Botanical name: Platycerium bifurcatum
Synonmy: Platycerium alcicorne
Staghorn Fern also called Antelope Ears or Elkhorn Fern bears large and spectacular fronds which are usually divided at their ends into antler-like lobes. The fronds are of two types; those at the base are heart-shaped and sterile while those above are long, arching, forked and strap-shaped, grey-green and spore-forming. The fern grows to a height of about 3 ft with a spread of about 2.5 ft. The heart-shaped sterile fronds are about 5-18 in. long while the strap-shaped fertile fronds grow to about 2.5 ft long. Staghorn Fern is fun to grow while mounted on a suitable surface or in a basket. Staghorn is native to Java, New Guinea and eastern Australia where it grows as an epiphyte in the rainforests. The genus name is derived from the Greek word platys meaning flat and ceras meaning horn. The species name bifurcatum means bifurcated or forked. Both names refer to the fertile fronds.
Staghorn Ferns are epiphytes which grow mounted on trees. The best way to grow Staghorn Ferns is by mounting on them wood, log or any suitable material or in a basket. Remove the fern from the pot, cover the rootball with moist sphagnum moss and attach to wood, log, cork or in a basket with plastic covered wire.

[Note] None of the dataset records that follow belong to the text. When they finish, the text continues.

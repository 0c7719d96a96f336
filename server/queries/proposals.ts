import { createHash } from "node:crypto";
import { LRUCache } from "lru-cache";
import type { ProtectorData } from "../../shared/acoustics/types";
import type { ExpectedDay } from "../../shared/findings/expected";
import { type OnWorker, type Proposal, proposeRemedy } from "../../shared/findings/remedy";

/** Usual days of the people of a large organization; each is some names and numbers. */
const KEPT = 20_000;
const kept = new LRUCache<string, { readonly proposal: Proposal | null }>({ max: KEPT });

const digestOf = (values: readonly unknown[]): string =>
  createHash("sha256").update(JSON.stringify(values)).digest("base64");

/**
 * What would put usual days right. A search through the whole register for each person takes long for a page, and its
 * outcome follows from what it is given alone: it is kept under a digest of all of that.
 */
export function proposalsFrom(
  register: readonly ProtectorData[],
): (day: ExpectedDay, onWorker: OnWorker | undefined) => Proposal | null {
  const registerDigest = digestOf([register]);
  return ({ input, governing }, onWorker) => {
    const { key, version } = governing;
    const digest = digestOf([registerDigest, key, version, input, [...(onWorker ?? [])]]);
    const known = kept.get(digest);
    if (known) return known.proposal;
    const proposal = proposeRemedy(input, governing, register, onWorker);
    kept.set(digest, { proposal });
    return proposal;
  };
}
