import type { z } from "zod";
import { ruleSetInForce } from "../../shared/rule-sets";
import type { WaitingView } from "../../shared/schemas/waiting";
import { todayAt } from "../lib/calendar";
import { rows } from "../lib/db";
import { type Actor, visible } from "../lib/policy";
import { crewPolicy, noticePolicy, programmePolicy, sitePolicy } from "../policies";
import { PROGRESS_COLUMNS } from "./crew-progress";
import { findNotices, summarize } from "./entry-notices";
import { listFindings } from "./finding-view";
import { lettersWaiting } from "./letters";
import { nextShiftSql } from "./next-shift";
import { ownStepsDue } from "./plan-steps";

interface CrewRow {
  id: string;
  name: string;
  siteId: string;
  timeZone: string;
  date: string;
  nextDate: string;
  start: string;
  lengthMin: number;
  members: number;
  saved: number;
  absent: number;
}

/** The safety officer's start page: what needs a person, how far the crews' days are entered, what goes out, what is due. */
export async function waitingFor(
  actor: Actor,
  siteId: string | undefined,
): Promise<z.input<typeof WaitingView>> {
  const sites = await rows<{ id: string; name: string; timeZone: string }>(
    `SELECT s.id, s.name, s.time_zone AS "timeZone" FROM sites s WHERE ${visible(sitePolicy, actor, "s")} ${siteId ? "AND s.id = :siteId" : ""} ORDER BY s.name`,
    { siteId },
  );
  const days = sites.map(({ id, timeZone }) => ({
    siteId: id,
    date: todayAt(timeZone),
  }));
  const crews = await rows<CrewRow>(
    `SELECT c.id, c.name, c.site_id AS "siteId", s.time_zone AS "timeZone", x.date::text AS date, (${nextShiftSql("c.id", "x.date")})::text AS "nextDate", to_char(c.usual_start, 'HH24:MI') AS start, c.usual_length_min AS "lengthMin",
       ${PROGRESS_COLUMNS("c.id", "x.date")}
     FROM crews c JOIN sites s ON s.id = c.site_id JOIN jsonb_to_recordset(CAST(:days AS jsonb)) AS x("siteId" uuid, date date) ON x."siteId" = c.site_id
     WHERE NOT c.is_archived AND ${visible(crewPolicy, actor, "c")} ORDER BY c.usual_start, c.name`,
    { days: JSON.stringify(days) },
  );
  const findings = await listFindings(actor, { state: "open", siteId, limit: 100 });
  const ofSite = siteId ? "n.site_id = :siteId AND" : "";
  // Letters of results have a page of their own.
  const outgoing = await findNotices(
    `${ofSite} n.kind = 'findings' AND n.state IN ('waiting', 'held') AND n.last_error IS NULL AND ${visible(noticePolicy, actor, "n")}`,
    { siteId },
  );
  const byEntry = new Map<string, typeof outgoing>();
  for (const notice of outgoing)
    byEntry.set(notice.entryId, [...(byEntry.get(notice.entryId) ?? []), notice]);
  const troubled = await findNotices(
    `${ofSite} (n.state IN ('failed', 'bounced', 'possibly-sent') OR (n.state = 'waiting' AND n.last_error IS NOT NULL)) AND n.created_at > now() - interval '30 days' AND ${visible(noticePolicy, actor, "n")}`,
    { siteId },
  );
  const due = await rows<{ id: string; name: string; dueOn: string }>(
    `SELECT i.id, i.name, i.calibration_due_on::text AS "dueOn" FROM instruments i
     WHERE NOT i.is_archived AND i.calibration_due_on <= current_date + 14 AND ${visible(programmePolicy, actor, "i")} ${siteId ? "AND i.site_id = :siteId" : ""}
     ORDER BY i.calibration_due_on, i.name LIMIT 20`,
    { siteId },
  );
  return {
    today: days[0]?.date ?? todayAt("UTC"),
    ruleSets: await governingRuleSets(sites, days),
    crews,
    findings: findings.rows.filter(({ state }) => state !== "done"),
    next: findings.next,
    letters: await lettersWaiting(actor, siteId),
    toBeChecked: findings.rows.filter(({ state }) => state === "done"),
    outgoing: [...byEntry].map(([entryId, notices]) => summarize(entryId, notices)),
    troubled,
    calibrationsDue: due,
    stepsDue: await ownStepsDue(actor, siteId),
  };
}

async function governingRuleSets(
  sites: readonly { id: string; name: string }[],
  days: readonly { siteId: string; date: string }[],
): Promise<z.input<typeof WaitingView>["ruleSets"]> {
  const found = await rows<{ siteId: string; ruleSetKey: string; date: string }>(
    `SELECT DISTINCT ON (x."siteId") x."siteId", x.date::text AS date, s.governing_rule_set AS "ruleSetKey"
     FROM jsonb_to_recordset(CAST(:days AS jsonb)) AS x("siteId" uuid, date date)
     JOIN site_settings s ON s.site_id = x."siteId" AND s.effective_from <= x.date
     ORDER BY x."siteId", s.effective_from DESC, s.number DESC`,
    { days: JSON.stringify(days) },
  );
  return sites.flatMap(({ id, name }) => {
    const settings = found.find(({ siteId }) => siteId === id);
    const ruleSet = settings && ruleSetInForce(settings.ruleSetKey, settings.date);
    return ruleSet
      ? [{ siteId: id, siteName: name, ruleSetKey: ruleSet.key, ruleSetVersion: ruleSet.version }]
      : [];
  });
}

However, they can also be grown in loose, free-draining medium like shredded bark in an ordinary pot.
Staghorn Fern grows best in bright indirect light. Keep it away from direct sunlight as it can scorch the fronds. Learn how to ensure your plant receives the correct light in this guide on understanding light for houseplants.
For optimum growth of Staghorn Fern, maintain the sphagnum moss moderately moist; water when the fronds begin to wilt and the medium feels dry to the touch. Reduce watering during cold months. Avoid waterlogging as it can lead to rotting.
Average warmth between 16-240C is ideal for Staghorn Fern. Protect the fern from draughts; it requires consistent warmth. Find out more on temperature for houseplants.
Staghorn Fern requires a humid environment. Mist around the fern regularly especially if the air is too dry.
Feed Staghorn Fern with a balanced water-soluble fertilizer once a month during the growing period. Withhold feeding during the cold season as growth is reduced. Find out more on how to feed houseplants.
If growing Staghorn Fern in an ordinary pot, repot the fern at the beginning of the growing season when it becomes overcrowded. Ensure the pot has a drainage hole and the soil is free-draining to avoid waterlogging.
Staghorn Fern can be propagated at the beginning of the growing season from pups growing around the mother plant or from spores.
Propagating Staghorn Fern from Pups
Carefully seperate the pup from the mother by cutting with a sharp sterile knife. Wrap the pup in moist sphagnum moss and tie it to a piece of wood or log with plastic-covered wire. Continue with routine care for Staghorn Fern.
Propagating Staghorn Fern from Spores
Spores are brown dots on the underside of the antler-like fronds. When the ripen, the cases open and tiny dust-like spores fall out. Cut the frond and place it on a piece of paper with spores side down. Allow time for the spores to fall out of the cases onto the piece of paper. The spores can also be obtained by shaking the frond occasionally. Thinly spread the spores on moist soil and cover the set up with clear polythene to maintain humidity and warmth. Maintain the soil moist thorough out; water from the bottom. Place the set up in a brightly lit area. The spores should sprout in 3-6 months. Allow at least 3-4 true leaves to develop before transplanting.
These are spores which can be used for propagation. They indicate that the frond is mature and healthy.
The cause of curled leaves, brown leaf tips and leaf drop in Staghorn Fern is dry air. Employ these techniques to raise humidity for this fern.
Soggy soil is the reason for yellowing leaves in Staghorn Fern. Ensure the pot has a drainage hole and the soil is free-draining.
Wilting leaves in Staghorn Fern is an indication of underwatering of the fern. Water thoroughly and the fern should recover immediately.
Brown shells scattered on fronds in Staghorn Fern is an indication of an infestation by Scales. Isolate the affected plant to avoid spread to other houseplants.
Staghorn Ferns are non-toxic to humans and pets. The plants are safe to grow indoors.